using WaveSim.Core.Pictures;
using WaveSim.Core.Rendering;
using WaveSim.Core.Units;

namespace WaveSim.Core.Reports;

/// <summary>
/// The same probe from several runs (and optionally a capture) on one time axis: a static chart and an interactive page
/// with the report's charts (zoom, readout, cursors, toggles). Every trace keeps its own instants in the chart; the page
/// puts them on one grid at the finest step (linear between samples, empty outside a trace's record).
/// </summary>
public static class OverlayPage
{
    /// <summary>Most instants of the page's common grid; a finer step over a longer span is coarsened to fit.</summary>
    public const int MaxGridPoints = 2_000_000;

    /// <summary>Labels made unique: a label used twice gets its source beside it.</summary>
    public static IReadOnlyList<OverlayTrace> Distinct(IReadOnlyList<OverlayTrace> traces)
    {
        ArgumentNullException.ThrowIfNull(traces);
        return traces.Select(t => traces.Count(o => o.Label == t.Label) > 1 ? t with { Label = $"{t.Label} ({t.Source})" } : t).ToList();
    }

    /// <summary>The static chart of <paramref name="traces"/> over <paramref name="window"/> (null: every trace's whole record).</summary>
    public static ChartSpec Chart(string title, IReadOnlyList<OverlayTrace> traces, TimeWindow? window)
    {
        ArgumentNullException.ThrowIfNull(traces);
        var series = traces.Select(t => new PlotSeries(t.Label, t.Time, t.Volts)).ToList();
        var chart = new ChartSpec(title, "Time", "s", [new ChartPanel("Voltage", "V", series)]);
        return window is { IsWhole: false } w ? chart with { XRange = new AxisRange(w.Start, w.Stop) } : chart;
    }

    /// <summary>The interactive page.</summary>
    /// <param name="title">The page's heading.</param>
    /// <param name="probe">The probe overlaid, named in the note.</param>
    /// <param name="traces">The waveforms, labelled.</param>
    /// <param name="window">The span first shown; null for everything.</param>
    public static string Html(string title, string probe, IReadOnlyList<OverlayTrace> traces, TimeWindow? window)
    {
        ArgumentNullException.ThrowIfNull(traces);
        if (traces.Count == 0) throw new ArgumentException("an overlay needs at least one trace", nameof(traces));
        var record = Grid(title, traces, window);
        var w = new HtmlWriter();
        PageShell.Head(w, $"{title} - WaveSim overlay");
        w.El("h1", title);
        w.El("p", $"Probe '{probe}' from {traces.Count} waveform(s), each on its own record's time axis from 0 s; drawn on a common grid " +
            $"of {Quantity.Format(record.StepS, "s", 3)} steps.", ("class", "note"));
        w.Raw("<table id=\"overlay-sources\">\n").HeaderRow(["label", "read from", "span", "samples"]);
        foreach (var t in traces)
            w.Row([(t.Label, null), (t.Source, null), ($"{Quantity.Format(t.Time[0], "s", 4)} to {Quantity.Format(t.Time[^1], "s", 4)}", null),
                (t.Time.Length.ToString(System.Globalization.CultureInfo.InvariantCulture), null)]);
        w.Raw("</table>\n");
        PageShell.Waveforms(w, new WaveformPicture(Chart(title, traces, window), record.Window, false, 0, 0));
        long rest = w.Length + PageShell.ScriptBytes;
        PageShell.Scripts(w, PageData.Json(record, HtmlReport.MaxPageBytes - rest));
        w.Line("</body>").Line("</html>");
        return w.ToString();
    }

    static PageRecord Grid(string title, IReadOnlyList<OverlayTrace> traces, TimeWindow? window)
    {
        double start = traces.Min(t => t.Time[0]), stop = traces.Max(t => t.Time[^1]);
        double step = traces.Min(t => MedianStep(t.Time));
        if (!(step > 0) || !(stop > start)) step = Math.Max(stop - start, 1e-12);
        long count = (long)Math.Ceiling((stop - start) / step) + 1;
        if (count > MaxGridPoints) { count = MaxGridPoints; step = (stop - start) / (count - 1); }
        var time = new double[count];
        for (long i = 0; i < count; i++) time[i] = Math.Min(stop, start + i * step);
        var list = traces.Select(t => new PageTrace(t.Label, t.Source, Resample(t, time), null)).ToList();
        var shown = window is { IsWhole: false } w ? new TimeWindow(Math.Max(w.Start, start), Math.Min(w.Stop, stop)) : new TimeWindow(start, stop);
        return new PageRecord(title, step, time, list, shown);
    }

    static double MedianStep(double[] t)
    {
        if (t.Length < 2) return 0;
        var d = new double[t.Length - 1];
        for (int i = 1; i < t.Length; i++) d[i - 1] = t[i] - t[i - 1];
        Array.Sort(d);
        return d[d.Length / 2];
    }

    /// <summary>Linear between the trace's samples, NaN (a gap on the chart) outside its record.</summary>
    static double[] Resample(OverlayTrace trace, double[] grid)
    {
        var t = trace.Time;
        var v = trace.Volts;
        var y = new double[grid.Length];
        int j = 0;
        for (int i = 0; i < grid.Length; i++)
        {
            double x = grid[i];
            if (x < t[0] || x > t[^1]) { y[i] = double.NaN; continue; }
            while (j < t.Length - 2 && t[j + 1] < x) j++;
            if (t.Length == 1) { y[i] = v[0]; continue; }
            double f = (x - t[j]) / (t[j + 1] - t[j]);
            y[i] = v[j] + Math.Clamp(f, 0, 1) * (v[j + 1] - v[j]);
        }
        return y;
    }
}
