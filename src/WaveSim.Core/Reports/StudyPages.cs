using WaveSim.Core.Rendering;
using WaveSim.Core.Sweeps;
using WaveSim.Core.Terminations;
using WaveSim.Core.Units;

namespace WaveSim.Core.Reports;

/// <summary>
/// Sweeps and termination studies as <see cref="VariantSet"/>s for their pages (<see cref="VariantPage"/>). A further study
/// (Monte Carlo samples, for instance) needs only its own mapping to a <see cref="VariantSet"/> here.
/// </summary>
public static class StudyPages
{
    /// <summary>Columns each variant's waveforms are thinned to: a chart's width, and small enough for many variants.</summary>
    public const int WaveformColumns = 500;

    /// <summary>
    /// Columns a sweep's waveforms are thinned to so the page of <paramref name="points"/> points of <paramref name="probes"/>
    /// probes stays near 10 MB: <see cref="WaveformColumns"/> for a small sweep, fewer for a large one, 0 (none kept) when
    /// fewer than 20 would be left.
    /// </summary>
    public static int ColumnsFor(int points, int probes)
    {
        long cells = Math.Max(1L, (long)points * Math.Max(1, probes + 1));
        long columns = Math.Min(WaveformColumns, 500_000 / cells);
        return columns < 20 ? 0 : (int)columns;
    }

    /// <summary>The figures the termination page charts, each with the limit that holds it (if any).</summary>
    static readonly string[] TerminationFigures = ["overshoot_pct", "undershoot_pct", "settling_s", "delay_50_s"];

    /// <summary>
    /// A sweep: one axis is the charts' horizontal axis, a grid of several is laid out by point index; the best point (by
    /// <paramref name="goal"/> within <paramref name="limits"/>) and the limits on each figure are marked.
    /// </summary>
    public static VariantSet Sweep(string title, SweepResult result, IReadOnlyList<string> figures, SweepGoal? goal, IReadOnlyList<SweepLimit> limits)
    {
        ArgumentNullException.ThrowIfNull(result);
        ArgumentNullException.ThrowIfNull(figures);
        ArgumentNullException.ThrowIfNull(limits);
        bool one = result.Axes.Count == 1;
        var points = result.Points;
        var variants = points.Select((p, i) => new Variant(
            string.Join(", ", result.Axes.Select((a, k) => $"{a.KeyPath} = {Quantity.Format(p.Values[k], a.DisplayUnit, 4)}")),
            one ? p.Values[0] : i, p.Waveforms?.Time, p.Waveforms?.Volts)).ToList();
        var charted = figures.Select(f => new VariantFigure(FigureSelector.Stem(f), FigureSelector.Unit(f),
            result.Probes.Select(probe => points.Select(p => result.Value(p, new ProbeFigure(probe, f))).ToArray()).ToList(),
            limits.Where(l => l.Target.Figure == f).Select(l => (l.ToString(), l.Bound)).ToList())).ToList();
        var best = goal is null ? null : result.Best(goal, limits);
        return new VariantSet(title, one ? result.Axes[0].KeyPath : "point", one ? result.Axes[0].DisplayUnit : "", !one, result.Probes, variants, charted)
        {
            Best = best is null ? null : points.ToList().IndexOf(best),
            BestNote = goal is null ? null : goal + (limits.Count == 0 ? "" : " within " + string.Join(", ", limits)),
            Note = $"{points.Count} points over {string.Join(" x ", result.Axes.Select(a => $"{a.KeyPath} ({a.Values.Count})"))}.",
        };
    }

    /// <summary>
    /// A termination study: one category per strategy; overshoot and settling carry their limits. The first strategy that
    /// meets the limits, after the net as drawn, is marked best (the order of <see cref="TerminationKind"/>).
    /// </summary>
    public static VariantSet Terminations(string title, TerminationStudyResult study)
    {
        ArgumentNullException.ThrowIfNull(study);
        var outcomes = study.Outcomes;
        var variants = outcomes.Select((o, i) =>
        {
            if (o.Result is not { } r) return new Variant($"{o.Design.Name} (n/a)", i, null, null);
            var (t, v) = MinMaxColumns.Thin(r.Time, study.Probes.Select(p => r.Probe(p).Volts).ToArray(), WaveformColumns);
            return new Variant(o.Design.Name, i, t, v);
        }).ToList();
        var figures = TerminationFigures.Select(f => new VariantFigure(FigureSelector.Stem(f), FigureSelector.Unit(f),
            study.Probes.Select((_, k) => outcomes.Select(o => o.Figures.Count > k ? o.Figures[k].GetNumber(f) : null).ToArray()).ToList(),
            f switch
            {
                "overshoot_pct" => [("limit " + study.Options.MaxOvershootPct.ToString("G3", System.Globalization.CultureInfo.InvariantCulture) + " %", study.Options.MaxOvershootPct)],
                "settling_s" => [($"limit {Quantity.Format(study.Options.MaxSettlingS, "s", 3)}", study.Options.MaxSettlingS)],
                _ => [],
            })).ToList();
        int best = outcomes.Select((o, i) => (o, i)).Where(x => x.o.Design.Kind != TerminationKind.AsDrawn && x.o.MeetsLimits).Select(x => x.i).DefaultIfEmpty(-1).First();
        return new VariantSet(title, "strategy", "", true, study.Probes, variants, figures)
        {
            Best = best < 0 ? null : best,
            BestNote = best < 0 ? null : "the first strategy that meets the limits",
            Note = $"Receiver '{study.ReceiverProbe}'; Z0 {Quantity.Format(study.Z0, "Ω", 3)}, line delay {Quantity.Format(study.LineDelayS, "s", 3)}; " +
                $"parts simulated with {study.Options.Series} values.",
        };
    }
}
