using WaveSim.Core.Analysis;
using WaveSim.Core.Model;
using WaveSim.Core.Output;
using WaveSim.Core.Solver;

namespace WaveSim.Core.Reports;

/// <summary>
/// The pass/fail judgement of one probe against its receiver's thresholds. Null members are "not judged"
/// (no thresholds at this probe, or the figure does not apply).
/// </summary>
/// <param name="Probe">The probe's name.</param>
/// <param name="Thresholds">The receiver thresholds at the probe's load, or null (then nothing is judged).</param>
/// <param name="MarginHighOk">Settled high level minus Vih is above 0 (not for bit patterns).</param>
/// <param name="MarginLowOk">Vil minus settled low level is above 0 (not for bit patterns).</param>
/// <param name="ExpectedCrossings">Edges of the source that reach the probe inside the record (not for bit patterns).</param>
/// <param name="CrossingsOk">The threshold crossings equal <paramref name="ExpectedCrossings"/>.</param>
/// <param name="EyeOk">Bit pattern: the eye opens beyond both thresholds (height and width against them above 0).</param>
public sealed record ReceiverCheck(string Probe, ReceiverThresholds? Thresholds, bool? MarginHighOk, bool? MarginLowOk,
    int? ExpectedCrossings, bool? CrossingsOk, bool? EyeOk)
{
    /// <summary>True when every judged item passes, false when one fails, null when nothing is judged.</summary>
    public bool? Pass
    {
        get
        {
            bool?[] items = [MarginHighOk, MarginLowOk, CrossingsOk, EyeOk];
            if (Thresholds is null || items.All(x => x is null)) return null;
            return items.All(x => x is not false);
        }
    }

    /// <summary>The rule in words, as printed in the report (common practice, no source).</summary>
    public const string Rule =
        "A probe at a load with receiver thresholds (Vih, Vil) passes when both noise margins are above zero " +
        "(settled high level above Vih, settled low level below Vil) and the waveform crosses between the regions " +
        "at or below Vil and at or above Vih exactly as often as the source has edges that reach the probe within the record " +
        "(once for a single step; a ringing net that re-crosses a threshold fails). For a bit-pattern source the eye replaces both checks " +
        "(a bit stream has no single settled level): the eye's height and width measured against the thresholds must both be above zero. " +
        "Probes without thresholds are not judged. This is a rule of thumb, not a standard.";

    /// <summary>Judges every probe of a run (in probe order); <paramref name="eyes"/> from <see cref="RunEyes.Compute"/>.</summary>
    public static IReadOnlyList<ReceiverCheck> Judge(SimulationResult r, IReadOnlyList<(ProbeTrace Probe, SignalFigures Figures)> figures, IReadOnlyList<ProbeEye> eyes)
    {
        var s = r.Scenario;
        bool bits = RunEyes.Applies(s);
        var list = new List<ReceiverCheck>();
        for (int i = 0; i < figures.Count; i++)
        {
            var (p, f) = figures[i];
            var spec = s.Probes[i];
            var rx = spec.Anchor == ProbeAnchor.Load ? RunSummary.LoadOf(s, spec.BranchPath).Receiver : null;
            if (rx is null) { list.Add(new ReceiverCheck(p.Name, null, null, null, null, null, null)); continue; }
            bool? high = f.NoiseMarginHighV is { } h ? h > 0 : null;
            bool? low = f.NoiseMarginLowV is { } l ? l > 0 : null;
            if (bits)
            {
                var e = eyes.FirstOrDefault(x => x.Probe.Name == p.Name)?.Diagram?.Figures;
                bool? eyeOk = e is null ? null : e.EyeHeightThresholdsV is { } eh && e.EyeWidthThresholdsS is { } ew && eh > 0 && ew > 0;
                // A bit stream has no single settled high and low: the eye against the thresholds holds both margins.
                list.Add(new ReceiverCheck(p.Name, rx, null, null, null, null, eyeOk));
            }
            else
            {
                int expected = ExpectedEdges(r, RunEyes.DelayTo(s.Line, spec, 0));
                list.Add(new ReceiverCheck(p.Name, rx, high, low, expected, f.ThresholdCrossings == expected, null));
            }
        }
        return list;
    }

    /// <summary>
    /// Edges of the source's open-circuit waveform that reach a probe <paramref name="delay"/> seconds down the line within the
    /// record: crossings of the source's mid level by the source sampled at (t − delay) on the output grid.
    /// </summary>
    public static int ExpectedEdges(SimulationResult r, double delay)
    {
        var src = r.Scenario.Source;
        double lo = src.Low, hi = src.High;
        if (src.Waveform == WaveformKind.Table && src.TableVolts.Length > 0) { lo = src.TableVolts.Min(); hi = src.TableVolts.Max(); }
        double[] v = r.Time.Select(t => src.Value(Math.Max(0, t - delay))).ToArray();
        return WaveformMath.CountLevelCrossings(v, 0.5 * (lo + hi));
    }
}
------------------------------------------------------------------------
* The problem: When copying the data above, please keep exactly the lines from its first line through the line with "chart; the page", both ends included, and drop the rest.

* Solution to this problem:
using WaveSim.Core.Pictures;
using WaveSim.Core.Rendering;
using WaveSim.Core.Units;

namespace WaveSim.Core.Reports;

/// <summary>
/// The same probe from several runs (and optionally a capture) on one time axis: a static chart and an interactive page
/// with the report's charts (zoom, readout, cursors, toggles). Every trace keeps its own instants in the chart; the page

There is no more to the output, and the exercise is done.